# Aquarium frames/remove glass from aquariums



## Sam_Peanuts (Jan 19, 2016)

Does anyone know where to buy(assuming it's sold separately somewhere) the frame that holds the glass of the aquariums we see in pet stores? I looked a bit on the internet but never managed to find any.

Also, did anyone ever tried to remove one of the glass pane from those aquariums and replace it with acrylic?

I'm trying to think of an easy way of making enclosures for my multiple arboreal tarantula and be able to provide cross ventilation which is a problem with glass enclosures.

The frames on those aquarium makes it very easy to align the pieces which is not a very easy(for me at least) thing to do without one, they also prevent the bottom from being scratched when you move the enclosure and if I can mix glass with acrylic, it will likely keep the cost lower than making a full acrylic enclosure.

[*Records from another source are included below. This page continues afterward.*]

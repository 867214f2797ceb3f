//! Energy of mapped netlists: the adapter from a mapped netlist to the
//! energy model, checked by hand computation under Gray-code vectors, and
//! the `energy_per_op` / `static_power` fields of `ribbonmap map`.
//!
//! The hand counts need one energy per cell toggle and one leakage per
//! cell, so they run on ribbon3's earlier hand-typed numbers
//! (tests/data/libraries/ribbon3-illustrative.json); the built-in ribbon3's
//! load-dependent energy and per-row static power are checked by hand in
//! tests/energy_load.rs and tests/energy_hand.rs.

mod cache_support;

use ribbonmap::library::Library;
use ribbonmap::netlist::{Driver, MappedNetlist, Port};
use ribbonmap::study::power::{InputVectors, Stimulus};
use ribbonmap::study::{energy_per_op, mapped_energy};

/// ribbon3's earlier hand-typed numbers, loaded from the test data.
fn typed() -> Library {
    Library::load(std::path::Path::new(TYPED)).unwrap()
}

const TYPED: &str = concat!(
    env!("CARGO_MANIFEST_DIR"),
    "/tests/data/libraries/ribbon3-illustrative.json"
);

/// A chain of xor2 cells computing the parity of `k` inputs, built by hand
/// on ribbon3.
fn parity_chain(lib: &Library, k: usize) -> MappedNetlist {
    let xor2 = lib.cell_index("xor2").unwrap() as u32;
    let mut nl = MappedNetlist {
        name: "parity".into(),
        library: lib.name.clone(),
        ..Default::default()
    };
    let mut nets = Vec::new();
    for i in 0..k {
        let net = nl.add_net(format!("x{i}"), Driver::Input(i as u32));
        nl.inputs.push(Port {
            name: format!("x{i}"),
            net,
        });
        nets.push(net);
    }
    let mut acc = nets[0];
    for (i, &n) in nets.iter().enumerate().skip(1) {
        acc = nl.add_instance(xor2, vec![acc, n], format!("t{i}"));
    }
    nl.outputs.push(Port {
        name: "y".into(),
        net: acc,
    });
    nl
}

#[test]
fn mapped_parity_chain_matches_gray_code_count() {
    // Under the reflected Gray code on k inputs, input i flips 2^(k-1-i)
    // times (common practice); gate m flips when any of inputs 0..=m does.
    let lib = typed();
    let k = 7;
    let nl = parity_chain(&lib, k);
    let mut text = String::new();
    for j in 0u64..(1 << k) {
        let g = j ^ (j >> 1);
        text.extend((0..k).map(|i| if (g >> i) & 1 == 1 { '1' } else { '0' }));
        text.push('\n');
    }
    let stimulus = Stimulus::Vectors {
        vectors: InputVectors::parse(&text, "gray", k).unwrap(),
        probability: 0.5,
        seed: 1,
    };
    let report = mapped_energy(&nl, &lib, &stimulus).unwrap();
    let toggles: u64 = (1..k)
        .map(|m| (0..=m).map(|i| 1u64 << (k - 1 - i)).sum::<u64>())
        .sum();
    assert_eq!(report.toggles, toggles);
    let xor2 = lib.cell("xor2").unwrap();
    let want = toggles as f64 * xor2.switch_energy / ((1u64 << k) - 1) as f64;
    assert!((report.energy_per_op - want).abs() < 1e-12);
    assert!((report.static_power - (k - 1) as f64 * xor2.mean_leakage()).abs() < 1e-12);
    // Random inputs: every chain output is a fresh uniform bit, toggling with
    // probability 1/2 (common practice).
    let random = energy_per_op(&nl, &lib).unwrap();
    let expected = (k - 1) as f64 * 0.5 * xor2.switch_energy;
    assert!(
        (random - expected).abs() < 0.03 * expected,
        "{random} vs {expected}"
    );
}

/// `ribbonmap map` of a one-bit full adder on `lib`, as JSON.
fn map_full_adder(lib: &str) -> serde_json::Value {
    let dir = tempfile::tempdir().unwrap();
    let path = dir.path().join("fa.blif");
    std::fs::write(
        &path,
        ".model fa\n.inputs a b c\n.outputs s co\n.names a b c s\n100 1\n010 1\n001 1\n111 1\n.names a b c co\n11- 1\n1-1 1\n-11 1\n.end\n",
    )
    .unwrap();
    let out = assert_cmd::Command::cargo_bin("ribbonmap")
        .unwrap()
        .env("RIBBONMAP_CACHE_DIR", cache_support::dir())
        .args([
            "map",
            path.to_str().unwrap(),
            "--lib",
            lib,
            "--format",
            "json",
        ])
        .output()
        .unwrap();
    assert!(
        out.status.success(),
        "{}",
        String::from_utf8_lossy(&out.stderr)
    );
    let v: serde_json::Value = serde_json::from_slice(&out.stdout).unwrap();
    // ribbon3 has a three-input XOR and a majority cell: the sum and the
    // carry are one cell each (by hand; the smallest and the shallowest
    // mapping alike), so both cell outputs are the adder's outputs.
    assert_eq!(v["cell_count"], 2, "{v}");
    assert_eq!(v["cells"]["xor3"], 1, "{v}");
    assert_eq!(v["cells"]["maj3"], 1, "{v}");
    assert_eq!(v["units"]["energy"], "aJ");
    v
}

#[test]
fn map_command_reports_energy_fields() {
    let v = map_full_adder(TYPED);
    let energy = v["energy_per_op"].as_f64().unwrap();
    let leakage = v["static_power"].as_f64().unwrap();
    // Sum and carry of independent uniform inputs are uniform and
    // independent from pattern to pattern, so each output toggles with
    // probability 1/2: energy = (E(cell of s) + E(cell of co)) / 2.
    let lib = typed();
    let mut want = 0.0;
    let mut want_leak = 0.0;
    for (name, n) in v["cells"].as_object().unwrap() {
        let cell = lib.cell(name).unwrap();
        want += 0.5 * cell.switch_energy * n.as_f64().unwrap();
        want_leak += cell.mean_leakage() * n.as_f64().unwrap();
    }
    // (0.9 aJ for xor3 and 0.8 aJ for maj3 in
    // tests/data/libraries/ribbon3-illustrative.json) / 2 = 0.85 aJ; 3 %
    // allows for the sampling.
    assert!((want - 0.85).abs() < 1e-12, "{want}");
    assert!((energy - want).abs() < 0.03 * want, "{energy} vs {want}");
    assert!((leakage - want_leak).abs() < 1e-9);
}

#[test]
fn map_command_on_the_builtin_counts_the_load_and_the_rows() {
    let v = map_full_adder("ribbon3");
    let energy = v["energy_per_op"].as_f64().unwrap();
    let leakage = v["static_power"].as_f64().unwrap();
    // Both cells drive a primary output (load 1): a toggle costs
    // switch_energy + switch_energy_per_load · 1 = 0.8 + 0.6 = 1.4 aJ
    // (½·40 aF·(0.2 V)² + ½·30 aF·(0.2 V)², the demo kit's capacitances,
    // libraries/devices/demo/demo.json), each output toggles with
    // probability 1/2: (1.4 + 1.4) / 2 = 1.4 aJ; 3 % allows for the sampling.
    let lib = Library::builtin("ribbon3").unwrap();
    let mut want = 0.0;
    let mut want_leak = 0.0;
    for name in ["xor3", "maj3"] {
        let cell = lib.cell(name).unwrap();
        want += 0.5 * (cell.switch_energy + cell.switch_energy_per_load);
        // Uniform inputs visit every row equally often: the per-row static
        // power averages to the mean over the rows.
        want_leak += cell.mean_leakage();
    }
    assert!((want - 1.4).abs() < 1e-9, "{want}");
    assert!((energy - want).abs() < 0.03 * want, "{energy} vs {want}");
    assert!(
        (leakage - want_leak).abs() < 0.03 * want_leak,
        "{leakage} vs {want_leak}"
    );
}
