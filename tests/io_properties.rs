//! Property tests of the readers and writers: random networks survive
//! write-then-read in BLIF and Verilog with the same function (checked by
//! simulating both on the same random patterns), also as AIGER (ASCII and
//! binary), and random bytes, mutated reference files or mutated AIGER
//! files never make a reader panic.

use proptest::prelude::*;
use ribbonmap::io::{
    read_netlist_bytes, read_netlist_str, write_aiger, write_blif, write_verilog, NetlistFormat,
    ReadOptions,
};
use ribbonmap::network::{InitValue, Lit, Network, SplitMix64};

/// A random network described by a seed and sizes: gates draw their fanins
/// (possibly complemented) from earlier literals; outputs may be constants,
/// inputs or complemented nodes; storage elements feed back into the logic.
fn random_network(
    seed: u64,
    inputs: usize,
    gates: usize,
    outputs: usize,
    storage: usize,
) -> Network {
    let mut rng = SplitMix64::new(seed);
    let mut net = Network::new("rand");
    let mut lits: Vec<Lit> = Vec::new();
    for k in 0..inputs {
        // Bit names exercise escaping in the Verilog writer.
        let name = if k % 2 == 0 {
            format!("in[{k}]")
        } else {
            format!("i{k}")
        };
        lits.push(net.add_input(name).unwrap());
    }
    let clock = net.add_input("clk").unwrap();
    let _ = clock;
    let mut storage_names = Vec::new();
    for k in 0..storage {
        let init = [
            InitValue::Zero,
            InitValue::One,
            InitValue::DontCare,
            InitValue::Unknown,
        ][k % 4];
        let name = format!("s{k}");
        lits.push(
            net.add_storage(name.clone(), Some("clk".into()), init, Some("re".into()))
                .unwrap(),
        );
        storage_names.push(name);
    }
    let pick = |rng: &mut SplitMix64, lits: &[Lit]| -> Lit {
        lits[rng.below(lits.len() as u64) as usize].xor(rng.next() & 1 == 1)
    };
    for _ in 0..gates {
        let (a, b, c) = (
            pick(&mut rng, &lits),
            pick(&mut rng, &lits),
            pick(&mut rng, &lits),
        );
        let g = match rng.below(4) {
            0 => net.and(a, b),
            1 => net.xor(a, b),
            2 => net.maj(a, b, c),
            _ => net.or(a, b),
        };
        lits.push(g);
    }
    for k in 0..outputs {
        let lit = match rng.below(8) {
            0 => Lit::from_raw(rng.below(2) as u32),
            _ => pick(&mut rng, &lits),
        };
        net.add_output(format!("out{k}"), lit).unwrap();
    }
    for name in storage_names {
        let lit = pick(&mut rng, &lits);
        net.set_storage_next(&name, lit).unwrap();
    }
    net
}

/// Output and next-state words on random patterns fed by input name.
fn signature(net: &Network) -> Vec<(String, u64)> {
    let names = net.combinational_input_names();
    let mut sig = Vec::new();
    for block in 0..4u64 {
        let ci: Vec<u64> = names
            .iter()
            .map(|n| {
                let h = n
                    .bytes()
                    .fold(block, |h, b| (h ^ b as u64).wrapping_mul(0x100_0000_01B3));
                SplitMix64::new(h).next()
            })
            .collect();
        let out = net.simulate_outputs(&ci);
        let labels = net
            .outputs()
            .keys()
            .cloned()
            .chain(net.storage().keys().cloned());
        sig.extend(labels.zip(out));
    }
    sig
}

proptest! {
    #![proptest_config(ProptestConfig { cases: 64, ..ProptestConfig::default() })]

    #[test]
    fn random_networks_round_trip(seed in any::<u64>(), inputs in 1usize..8, gates in 0usize..60,
                                  outputs in 1usize..6, storage in 0usize..3) {
        let net = random_network(seed, inputs, gates, outputs, storage);
        let opts = ReadOptions::default();
        for (text, format) in [(write_blif(&net), NetlistFormat::Blif), (write_verilog(&net), NetlistFormat::Verilog)] {
            let back = read_netlist_str(&text, "rt", format, &opts)
                .map_err(|e| TestCaseError::fail(format!("{e}\n{text}")))?;
            let ins: Vec<&String> = back.inputs().keys().collect();
            let orig: Vec<&String> = net.inputs().keys().collect();
            prop_assert_eq!(ins, orig);
            prop_assert_eq!(back.storage().len(), net.storage().len());
            for (name, s) in net.storage() {
                // Verilog keeps only the start values 0 and 1.
                let kept = format == NetlistFormat::Blif
                    || matches!(s.init, InitValue::Zero | InitValue::One);
                if kept {
                    prop_assert_eq!(back.storage()[name].init, s.init);
                }
            }
            prop_assert_eq!(signature(&back), signature(&net), "{}", text);
        }
        for binary in [false, true] {
            let bytes = write_aiger(&net, binary, None);
            let back = read_netlist_bytes(&bytes, "rt.aig", NetlistFormat::Aig, &opts)
                .map_err(|e| TestCaseError::fail(format!("{e}\n{}", String::from_utf8_lossy(&bytes))))?;
            let ins: Vec<&String> = back.inputs().keys().collect();
            let orig: Vec<&String> = net.inputs().keys().collect();
            prop_assert_eq!(ins, orig);
            for (name, s) in net.storage() {
                // AIGER has 0, 1 and unknown (don't-care reads as unknown).
                let want = if s.init == InitValue::DontCare { InitValue::Unknown } else { s.init };
                prop_assert_eq!(back.storage()[name].init, want);
            }
            prop_assert_eq!(signature(&back), signature(&net));
        }
    }
}

const SEEDS: &[(&str, NetlistFormat)] = &[
    (
        "tests/data/reference/netlists/iscas85/c17.v",
        NetlistFormat::Verilog,
    ),
    (
        "tests/data/reference/netlists/iscas89/s27.v",
        NetlistFormat::Verilog,
    ),
    (
        "tests/data/reference/netlists/arith/rca8_flat.v",
        NetlistFormat::Verilog,
    ),
    (
        "tests/data/reference/netlists/arith/rca8_hier.blif",
        NetlistFormat::Blif,
    ),
    (
        "tests/data/reference/netlists/arith/rca8_flat.blif",
        NetlistFormat::Blif,
    ),
];

const SNIPPETS: &[&str] = &[
    "(",
    ")",
    ";",
    ",",
    "=",
    "\\",
    "[",
    "]",
    "{",
    "}",
    "1'b",
    "'h",
    ".names",
    ".latch",
    ".subckt",
    ".model",
    ".end",
    "module",
    "endmodule",
    "assign",
    "always @(posedge",
    "<=",
    "~",
    "?",
    ":",
    "\n",
    " ",
    "#",
    "/*",
    "//",
    "1",
    "0",
    "-",
    "DFF(",
    "AND(",
    "x",
    "\u{e9}",
    "[99999999999:0]",
];

fn read_all(text: &str) {
    let opts = ReadOptions {
        storage_cells: vec!["ff:D:Q:CK".parse().unwrap()],
        ..Default::default()
    };
    for f in [
        NetlistFormat::Blif,
        NetlistFormat::Verilog,
        NetlistFormat::Bench,
        NetlistFormat::Aag,
    ] {
        let _ = read_netlist_str(text, "fuzz", f, &opts);
    }
}

/// AIGER files to mutate: a small random sequential network in both
/// encodings.
fn aiger_seeds() -> Vec<Vec<u8>> {
    let net = random_network(7, 5, 40, 4, 2);
    vec![
        write_aiger(&net, false, Some("seed")),
        write_aiger(&net, true, Some("seed")),
    ]
}

proptest! {
    #![proptest_config(ProptestConfig { cases: 1024, ..ProptestConfig::default() })]

    #[test]
    fn random_bytes_never_panic(bytes in proptest::collection::vec(any::<u8>(), 0..400)) {
        read_all(&String::from_utf8_lossy(&bytes));
    }

    #[test]
    fn mutated_reference_files_never_panic(file in 0usize..SEEDS.len(),
                                            edits in proptest::collection::vec((any::<u16>(), 0u8..4, 0usize..SNIPPETS.len()), 1..6)) {
        let (path, _) = SEEDS[file];
        let mut text: Vec<char> = std::fs::read_to_string(path).unwrap().chars().collect();
        for (pos, op, snippet) in edits {
            let at = pos as usize % (text.len() + 1);
            match op {
                0 => { text.splice(at..at, SNIPPETS[snippet].chars()); }
                1 => { let end = (at + 1 + snippet * 3).min(text.len()); text.drain(at..end); }
                2 => text.truncate(at),
                _ => { if at < text.len() { text[at] = SNIPPETS[snippet].chars().next().unwrap_or('x'); } }
            }
        }
        let text: String = text.into_iter().collect();
        read_all(&text);
    }

    #[test]
    fn mutated_aiger_files_never_panic(binary in any::<bool>(),
                                       edits in proptest::collection::vec((any::<u16>(), 0u8..4, any::<u8>()), 1..6)) {
        let mut bytes = aiger_seeds()[binary as usize].clone();
        for (pos, op, byte) in edits {
            let at = pos as usize % (bytes.len() + 1);
            match op {
                0 => bytes.insert(at, byte),
                1 => { let end = (at + 1 + (byte as usize % 8)).min(bytes.len()); bytes.drain(at..end); }
                2 => bytes.truncate(at),
                _ => { if at < bytes.len() { bytes[at] = byte; } }
            }
        }
        let _ = read_netlist_bytes(&bytes, "fuzz.aig", NetlistFormat::Aig, &ReadOptions::default());
    }

    #[test]
    fn random_bytes_after_an_aiger_header_never_panic(binary in any::<bool>(), counts in proptest::collection::vec(0u32..40, 5),
                                                      body in proptest::collection::vec(any::<u8>(), 0..200)) {
        let mut bytes = format!("{} {} {} {} {} {}\n", if binary { "aig" } else { "aag" },
            counts[0], counts[1], counts[2], counts[3], counts[4]).into_bytes();
        bytes.extend(body);
        let _ = read_netlist_bytes(&bytes, "fuzz.aig", NetlistFormat::Aig, &ReadOptions::default());
    }
}

#[test]
fn deep_inputs_are_errors_or_results_not_stack_overflows() {
    // 100,000 nested parentheses: an error, not a crash.
    let text = format!(
        "module t(a, y); input a; output y; assign y = {}a{}; endmodule\n",
        "(".repeat(100_000),
        ")".repeat(100_000)
    );
    assert!(read_netlist_str(
        &text,
        "deep.v",
        NetlistFormat::Verilog,
        &ReadOptions::default()
    )
    .is_err());
    // A 200,000-operand chain and a 200,000-long alias chain read fine.
    let mut text = String::from("module t(a, b, y, z); input a, b; output y, z; assign y = a");
    for k in 0..200_000 {
        text.push_str(if k % 2 == 0 { " ^ b" } else { " ^ a" });
    }
    text.push_str(";\n wire w0; assign w0 = a;\n");
    for k in 1..200_000 {
        text.push_str(&format!(" wire w{k}; assign w{k} = ~w{};\n", k - 1));
    }
    text.push_str(" assign z = w199999;\nendmodule\n");
    let net = read_netlist_str(
        &text,
        "long.v",
        NetlistFormat::Verilog,
        &ReadOptions::default(),
    )
    .unwrap();
    // By hand (integer parity): y XORs a with 100,000 copies of b and
    // 100,000 more of a, so y = a; z inverts a 199,999 times, so z = !a.
    // Rows: input a is bit 0, b bit 1 of the row number.
    assert_eq!(net.output_truth_tables(), Some(vec![0b1010, 0b0101]));
    // BLIF: a 300,000-gate chain, written forwards and read back.
    let mut blif = String::from(".model chain\n.inputs a b\n.outputs y\n.names a b n0\n11 1\n");
    for k in 1..300_000 {
        blif.push_str(&format!(".names n{} b n{k}\n01 1\n10 1\n", k - 1));
    }
    blif.push_str(".names n299999 y\n1 1\n.end\n");
    let net = read_netlist_str(
        &blif,
        "chain.blif",
        NetlistFormat::Blif,
        &ReadOptions::default(),
    )
    .unwrap();
    // By hand: n0 = a & b, then 299,999 (an odd number of) XORs with b, so
    // y = (a & b) ^ b = !a & b: only the row a = 0, b = 1.
    assert_eq!(net.output_truth_tables(), Some(vec![0b0100]));
}
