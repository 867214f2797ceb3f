//! Equivalence checking on the ISCAS-85 reference pairs and their mutants.
//!
//! Source: tests/data/reference/netlists/iscas85 (circuitgraph 0.2.1, via
//! PROVENANCE.md): each cNNN.v is an ISCAS-85 circuit (Brglez and Fujiwara
//! 1985) and cNNNg.v the same circuit re-synthesised by a commercial flow;
//! the pairs are equivalent with ports matched by name.

mod equiv_support;

use equiv_support::*;
use ribbonmap::equiv::{check, check_with_stats, EquivOptions, Verdict};
use ribbonmap::network::{Lit, Network, NodeId, SplitMix64};

/// Every cNNN.v / cNNNg.v pair is equivalent (PROVENANCE.md), proven by
/// the checker with ports paired by name; port counts follow Hansen, Yalcin
/// and Hayes 1999 (PROVENANCE.md table).
#[test]
fn iscas85_pairs_are_proven_equivalent() {
    let ports: [(usize, usize); 11] = [
        (5, 2),
        (36, 7),
        (41, 32),
        (60, 26),
        (41, 32),
        (33, 25),
        (233, 140),
        (50, 22),
        (178, 123),
        (32, 32),
        (207, 108),
    ];
    for (circuit, (inputs, outputs)) in CIRCUITS.iter().zip(ports) {
        let a = iscas(circuit, false);
        let b = iscas(circuit, true);
        assert_eq!(
            (a.inputs().len(), a.outputs().len()),
            (inputs, outputs),
            "{circuit}"
        );
        let report = check_with_stats(&a, &b, &EquivOptions::default()).unwrap();
        assert_eq!(
            report.verdict,
            Verdict::Equivalent {
                outputs_checked: outputs
            },
            "{circuit}: {:?}",
            report.stats
        );
    }
}

/// A second, independent SAT query over the full miter of `a` and `b`
/// (same inputs in the same order), written directly on varisat with a plain
/// Tseitin encoding and no sweeping: true when some output pair can differ.
fn independent_sat_differs(a: &Network, b: &Network) -> bool {
    use varisat::{ExtendFormula, Lit as S, Solver};
    let mut solver = Solver::new();
    let inputs: Vec<S> = (0..a.combinational_inputs().len())
        .map(|_| solver.new_lit())
        .collect();
    let mut encode = |net: &Network, solver: &mut Solver| -> Vec<S> {
        let mut var = vec![None::<S>; net.num_nodes()];
        let zero = solver.new_lit();
        solver.add_clause(&[!zero]);
        var[0] = Some(zero);
        for (k, id) in net.combinational_inputs().iter().enumerate() {
            var[id.index()] = Some(inputs[k]);
        }
        let lit = |var: &Vec<Option<S>>, l: Lit| {
            let v = var[l.node().index()].unwrap();
            if l.is_complemented() {
                !v
            } else {
                v
            }
        };
        for id in net.node_ids() {
            if !net.is_gate(id) {
                continue;
            }
            let f: Vec<S> = net.fanins(id).iter().map(|&l| lit(&var, l)).collect();
            let o = solver.new_lit();
            // Clauses straight from the truth tables: for every fanin row,
            // the output value (AND, XOR, MAJ).
            let k = f.len();
            for row in 0..(1usize << k) {
                let bits: Vec<bool> = (0..k).map(|j| (row >> j) & 1 == 1).collect();
                let value = match net.kind(id) {
                    ribbonmap::network::NodeKind::And => bits[0] && bits[1],
                    ribbonmap::network::NodeKind::Xor => bits[0] ^ bits[1],
                    _ => bits.iter().filter(|&&x| x).count() >= 2,
                };
                let mut clause: Vec<S> = f
                    .iter()
                    .zip(&bits)
                    .map(|(&l, &b)| if b { !l } else { l })
                    .collect();
                clause.push(if value { o } else { !o });
                solver.add_clause(&clause);
            }
            var[id.index()] = Some(o);
        }
        net.combinational_outputs()
            .iter()
            .map(|&l| lit(&var, l))
            .collect()
    };
    let oa = encode(a, &mut solver);
    let ob = encode(b, &mut solver);
    // Some output pair differs: OR over d_i, d_i -> (x_i xor y_i).
    let mut any = Vec::new();
    for (&x, &y) in oa.iter().zip(&ob) {
        let d = solver.new_lit();
        solver.add_clause(&[!d, x, y]);
        solver.add_clause(&[!d, !x, !y]);
        any.push(d);
    }
    solver.add_clause(&any);
    solver.solve().unwrap()
}

/// Twenty random single-gate mutants of every ISCAS-85 circuit: each is
/// reported different with a counterexample that really separates the two
/// networks (checked by simulating both here), or equivalent only when an
/// independent SAT query over the full miter finds no difference.
#[test]
fn iscas85_mutants_are_caught() {
    let mut rng = SplitMix64::new(2024);
    let mut different = 0;
    let mut redundant = 0;
    for circuit in CIRCUITS {
        let original = iscas(circuit, false);
        for _ in 0..20 {
            let mutation = random_mutation(&original, &mut rng);
            let (mutant, _) = mutate(&original, mutation);
            match check(&original, &mutant, &EquivOptions::default()).unwrap() {
                Verdict::Different {
                    counterexample,
                    outputs_checked,
                } => {
                    assert_eq!(outputs_checked, original.outputs().len());
                    let pattern: Vec<bool> = original
                        .inputs()
                        .keys()
                        .map(|n| counterexample.inputs[n.as_str()])
                        .collect();
                    let (oa, ob) = (eval(&original, &pattern), eval(&mutant, &pattern));
                    let separated: Vec<String> = original
                        .outputs()
                        .keys()
                        .enumerate()
                        .filter(|&(k, _)| oa[k] != ob[k])
                        .map(|(_, n)| n.clone())
                        .collect();
                    assert!(!separated.is_empty(), "{circuit} {mutation:?}");
                    assert_eq!(separated, counterexample.differing_outputs);
                    different += 1;
                }
                Verdict::Equivalent { .. } => {
                    assert!(
                        !independent_sat_differs(&original, &mutant),
                        "{circuit} {mutation:?}: called equivalent but differs"
                    );
                    redundant += 1;
                }
                Verdict::Undecided { outputs, .. } => {
                    panic!("{circuit} {mutation:?}: undecided on {outputs:?}")
                }
            }
        }
    }
    assert_eq!(different + redundant, 220);
    // Most single-gate changes are observable (common practice for ISCAS-85).
    assert!(
        different > 150,
        "{different} different, {redundant} redundant"
    );
    let _ = NodeId(0);
}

The easiest way to do this I could think of was to remove the bottom part or an aquarium and replace it with acrylic, but I'm not sure if it's possible to easily glue the acrylic piece there without having to remove all of the silicone and redo the whole aquarium so I was wondering if anyone tried this before.
There's also the option of gluing the acrylic on the exterior(assuming the aquarium design allow this) instead of the interior where the glass was but that would leave a gap and the remaining glass may not hold well anymore.


----------



## viper69 (Jan 19, 2016)

You'd be better off building your own acrylic container than dealing w/the glass as you mentioned.

Reactions: Agree 1


----------



## 916 (Jan 19, 2016)

Glasscages.com has a bunch of aquarium and terrarium frames

Reactions: Like 1 | Agree 1 | Informative 1


----------



## 916 (Jan 19, 2016)

try it I did, use your imagination


----------



## Sam_Peanuts (Jan 20, 2016)

viper69 said:


> You'd be better off building your own acrylic container than dealing w/the glass as you mentioned.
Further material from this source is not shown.